11 décembre 2011 7 11 /12 /décembre /2011 00:02

Comment être insensible "aux rails" lorsqu'on appartient à une famille qui a travaillé depuis trois générations aux chemins de fer... J'habite à 2000 mètres environ de la nouvelle gare TGV de Besançon, entre Besançon-ville et la nouvelle gare implantée à Auxon-Dessus (village faisant partie de la même paroisse qu'Ecole-Valentin).

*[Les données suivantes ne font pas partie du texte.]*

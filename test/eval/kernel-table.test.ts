// The kernel table survey reads (src/eval/kernel-table.ts, no kernel code) against the registry itself: the same
// (domain, op, first opset) entries, and hasKernel answers as findKernel does for every operator and opset.
import { describe, expect, it } from 'vitest';
import { hasKernel, KERNEL_TABLE } from '../../src/eval/kernel-table.js';
import { findKernel, kernelList } from '../../src/eval/registry.js';

const key = (e: readonly [string, string, number]) => `${e[0]}::${e[1]}::${e[2]}`;

describe('kernel table', () => {
  it('lists exactly the registered kernels', () => {
    expect(KERNEL_TABLE.map(key).sort()).toEqual(kernelList().map(key).sort());
  });

  it('hasKernel agrees with findKernel at every opset, for known and unknown operators', () => {
    const ops = [...new Set(KERNEL_TABLE.map(([d, o]) => `${d}::${o}`)), '::NoSuchOp', 'com.example::Add', 'ai.onnx::Conv'];
    for (const k of ops) {
      const [d, o] = k.split('::') as [string, string];
      for (let opset = 0; opset <= 21; opset++) expect(hasKernel(d, o, opset), `${k} at ${opset}`).toBe(findKernel(d, o, opset) !== undefined);
    }
  });
});
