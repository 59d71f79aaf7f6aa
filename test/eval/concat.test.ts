// Concat and Split against onnxruntime-node: every axis of seeded random shapes; Split's attribute form (<13),
// input form (>=13) and equal split by output count.
import { describe, it } from 'vitest';
import { SEEDS, T, count, randShape, randn, rng, vsOrt } from './ort-compare.js';

describe('Concat / Split (outside check: onnxruntime-node)', () => {
  it('Concat of 1-3 inputs along every axis (negative axes at 13)', async () => {
    for (const seed of SEEDS) {
      const r = rng(seed);
      const dims = randShape(r, 1, 4);
      for (let axis = -dims.length; axis < dims.length; axis++) {
        const a = (axis + dims.length) % dims.length;
        const ins = Array.from({ length: 1 + (seed % 3) }, (_, k) => {
          const d = [...dims];
          d[a] = 1 + Math.floor(r() * 3);
          return { name: `x${k}`, dims: d, data: randn(r, count(d)) };
        });
        await vsOrt('Concat', axis < 0 ? 13 : 7, ins, { axis: axis < 0 ? axis : a });
      }
    }
  });

  it('Split: sizes as attribute (opset 11), as input (opset 13), and equal parts', async () => {
    for (const seed of SEEDS) {
      const r = rng(seed);
      const dims = randShape(r, 1, 3);
      const axis = Math.floor(r() * dims.length);
      dims[axis] = 6;
      const x = { name: 'x', dims, data: randn(r, count(dims)) };
      const outs = [{ name: 'a' }, { name: 'b' }, { name: 'c' }];
      await vsOrt('Split', 11, [x], { axis, split: [1, 2, 3] }, outs);
      await vsOrt('Split', 13, [x, { name: 's', dims: [3], data: [3, 0, 3], type: T.INT64, init: true }], { axis: axis - dims.length }, outs);
      await vsOrt('Split', 13, [x], { axis }, outs);
      await vsOrt('Split', 7, [x], { axis }, outs.slice(0, 2));
      const d7 = [...dims];
      d7[axis] = 7; // opset 18: num_outputs may split unevenly, the last part smaller
      await vsOrt('Split', 18, [{ name: 'x', dims: d7, data: randn(r, count(d7)) }], { axis, num_outputs: 3 }, outs);
    }
  });
});
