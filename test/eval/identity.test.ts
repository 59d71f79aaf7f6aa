// Identity and inference-mode Dropout against onnxruntime-node, including Dropout's mask output (opset 7, 12)
// and the error for training_mode=true.
import { describe, expect, it } from 'vitest';
import { f } from '../helpers/build.js';
import { SEEDS, T, count, randShape, randn, rng, vsOrt } from './ort-compare.js';
import { Dropout } from '../../src/eval/kernels/identity.js';
import type { Node } from '../../src/graph/ir.js';

describe('Identity / Dropout (outside check: onnxruntime-node)', () => {
  it('pass the input through; the Dropout mask is all true', async () => {
    for (const seed of SEEDS.slice(0, 3)) {
      const r = rng(seed);
      const dims = randShape(r);
      const x = { name: 'x', dims, data: randn(r, count(dims)) };
      await vsOrt('Identity', 16, [x]);
      await vsOrt('Dropout', 7, [x], { ratio: f(0.3) });
      await vsOrt('Dropout', 13, [x, { name: 'r', dims: [], data: [0.4], init: true }], {}, [{ name: 'y' }, { name: 'm', type: T.BOOL }]);
    }
  });

  it('the opset 10 mask is all true too (onnxruntime writes false for opsets 7-11; ONNX Dropout-12 reference gives ones)', async () => {
    const x = { name: 'x', dims: [2, 3], data: randn(rng(3), 6) };
    const res = await vsOrt('Dropout', 10, [x], {}, [{ name: 'y' }]);
    expect(res.f64.get('y')!.data).toEqual(Float64Array.from(x.data));
    const [, mask] = Dropout.run([res.f64.get('y')!], { node: { name: 'd0', opType: 'Dropout', domain: '', inputs: [], outputs: ['y', 'm'], attributes: [], docString: '', extra: [] }, opset: 10, precision: 'float64', runSubgraph: () => [] });
    expect(mask!.type).toBe(T.BOOL);
    expect(Array.from(mask!.data)).toEqual([1, 1, 1, 1, 1, 1]);
  });

  it('training_mode=true stops with an unsupported-op error', () => {
    const node: Node = { name: 'd1', opType: 'Dropout', domain: '', inputs: [], outputs: ['y'], attributes: [], docString: '', extra: [] };
    const x = { type: T.FLOAT, dims: [2], data: new Float64Array(2) };
    const on = { type: T.BOOL, dims: [], data: Float64Array.of(1) };
    expect(() => Dropout.run([x, undefined, on], { node, opset: 13, precision: 'float64', runSubgraph: () => [] })).toThrow(/d1.*training_mode=true/);
  });
});
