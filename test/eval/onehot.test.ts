// OneHot. Outside check: onnxruntime-node (graph optimizations off) on seeded random index shapes, axes and
// depths, negative and out-of-range indices.
import { describe, it } from 'vitest';
import { SEEDS, T, count, randInt, randShape, rng, vsOrt } from './ort-compare.js';

describe('OneHot (outside check: onnxruntime-node)', () => {
  it('every axis, negative and out-of-range indices', async () => {
    for (const seed of SEEDS) {
      const r = rng(seed);
      const dims = randShape(r, 0, 3);
      const depth = 1 + Math.floor(r() * 5);
      const idx = randInt(r, count(dims), -depth - 1, depth);
      for (let axis = -dims.length - 1; axis <= dims.length; axis++) {
        await vsOrt('OneHot', 11, [
          { name: 'i', dims, data: idx, type: T.INT64 },
          { name: 'd', dims: [], data: [depth], type: T.INT64, init: true },
          { name: 'v', dims: [2], data: [-0.5, 2], init: true },
        ], { axis });
      }
    }
  });
});
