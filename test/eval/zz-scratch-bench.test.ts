import { it } from 'vitest';
import { GraphBuilder, modelBytes, randn, rng, uniform, f } from '../helpers/build.js';
import { runOrt, maxDiff } from '../helpers/ort.js';
import * as ort from 'onnxruntime-node';
import { parseModel } from '../../src/onnx/read.js';
import { runModel } from '../../src/eval/run.js';

import { findKernel } from '../../src/eval/registry.js';
const prof = new Map<string, number>();
for (const op of ['Conv', 'BatchNormalization', 'Relu', 'GlobalAveragePool', 'Flatten', 'Gemm']) {
  const k = findKernel('', op, 13)!; const orig = k.run;
  (k as { run: typeof orig }).run = (i, c) => { const t = performance.now(); const r = orig(i, c); const key = op === 'Conv' ? `Conv g${c.node.attributes.find((a) => a.name === 'group')?.value.type === 'INT' ? ((c.node.attributes.find((a) => a.name === 'group')!.value as { i: number }).i > 1 ? 'dw' : '1') : '?'} k${(c.node.attributes.find((a) => a.name === 'kernel_shape')!.value as { ints: number[] }).ints[0]}` : op; prof.set(key, (prof.get(key) ?? 0) + performance.now() - t); return r; };
}
it('mobilenet-ish', async () => {
  const r = rng(1);
  const g = new GraphBuilder();
  g.input('x', [1, 3, 224, 224]).output('y', [1, 1000]);
  let cur = 'x', C = 3, k = 0;
  const convBnRelu = (cin: number, cout: number, ks: number, stride: number, group: number) => {
    const id = k++;
    const w = g.init(`w${id}`, [cout, cin / group, ks, ks], randn(r, cout * (cin / group) * ks * ks, Math.sqrt(2 / ((cin / group) * ks * ks))));
    const p = (ks - 1) / 2;
    let y = g.node('Conv', [cur, w], { kernel_shape: [ks, ks], strides: [stride, stride], pads: [p, p, p, p], group });
    y = g.node('BatchNormalization', [y, g.init(`s${id}`, [cout], uniform(r, cout, 0.5, 1.5)), g.init(`b${id}`, [cout], randn(r, cout, 0.1)),
      g.init(`m${id}`, [cout], randn(r, cout, 0.1)), g.init(`v${id}`, [cout], uniform(r, cout, 0.5, 1.5))], { epsilon: f(1e-5) });
    cur = g.node('Relu', [y]);
    C = cout;
  };
  convBnRelu(3, 32, 3, 2, 1);
  const cfg: Array<[number, number]> = [[64, 1], [128, 2], [128, 1], [256, 2], [256, 1], [512, 2], [512, 1], [512, 1], [512, 1], [512, 1], [512, 1], [1024, 2], [1024, 1]];
  for (const [cout, s] of cfg) { convBnRelu(C, C, 3, s, C); convBnRelu(C, cout, 1, 1, 1); }
  cur = g.node('GlobalAveragePool', [cur]);
  cur = g.node('Flatten', [cur]);
  g.node('Gemm', [cur, g.init('fw', [1000, 1024], randn(r, 1024000, 0.03)), g.init('fb', [1000], randn(r, 1000, 0.1))], { transB: 1 }, { outputs: ['y'] });
  const bytes = modelBytes(g, { opset: 13 });
  const x = randn(r, 3 * 224 * 224);
  const model = parseModel(bytes, '.');
  const feeds = { x: { dims: [1, 3, 224, 224], data: x } };
  const inputs = new Map([['x', { type: 1, dims: [1, 3, 224, 224], data: Float64Array.from(x) }]]);
  const ref = await runOrt(bytes, feeds);
  const sess = await ort.InferenceSession.create(bytes, { graphOptimizationLevel: 'disabled', intraOpNumThreads: 1, interOpNumThreads: 1, executionProviders: ['cpu'] });
  const ft = { x: new ort.Tensor('float32', x, [1, 3, 224, 224]) };
  await sess.run(ft);
  let t = performance.now(); for (let i = 0; i < 5; i++) await sess.run(ft); const ortMs = (performance.now() - t) / 5;
  for (const precision of ['float32', 'float64'] as const) {
    runModel(model, inputs, { precision });
    t = performance.now(); let out; for (let i = 0; i < 3; i++) out = runModel(model, inputs, { precision }); const ms = (performance.now() - t) / 3;
    const d = maxDiff(out!.get('y')!.data, ref!.y!.data);
    console.log([...prof].map(([k, v]) => `${k}: ${(v / 4).toFixed(1)}`).join(', ')); prof.clear();
    console.log(precision, ms.toFixed(1), 'ms; ort', ortMs.toFixed(1), 'ms; ratio', (ms / ortMs).toFixed(2), 'maxAbs', d.maxAbs, 'scale', d.scale);
  }
}, 300000);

Depuis plusieurs années les travaux ont marqué nos paysages. Et c'est aujourd'hui, dimanche 11 décembre, que les TGV vont donc emprunter ce nouveau sillon. Avec une réorganisation de l'ensemble du cadencement des flux et l'ouverture du réseau ferré à la concurrence internationale, c'est sans doute une étape importante qui se joue. Mais qui sera gagnant dans cette nouvelle donne ?

Les minutes glanées sur le trajet ferroviaire (environ 25 sur Besançon-Paris) seront-elles compensées, pour les bisontins, par le temps nécessaire pour se rendre de la ville à la nouvelle gare d'Auxon-Dessus ? Je ne le pense pas, d'autant que le vaste parking me semble bien loin des quais... Mais le cadre forestier a été respecté et c'est sans doute l'un des plus beaux parkings qui soit, paysagé et respectant les groupes de plantations naturelles.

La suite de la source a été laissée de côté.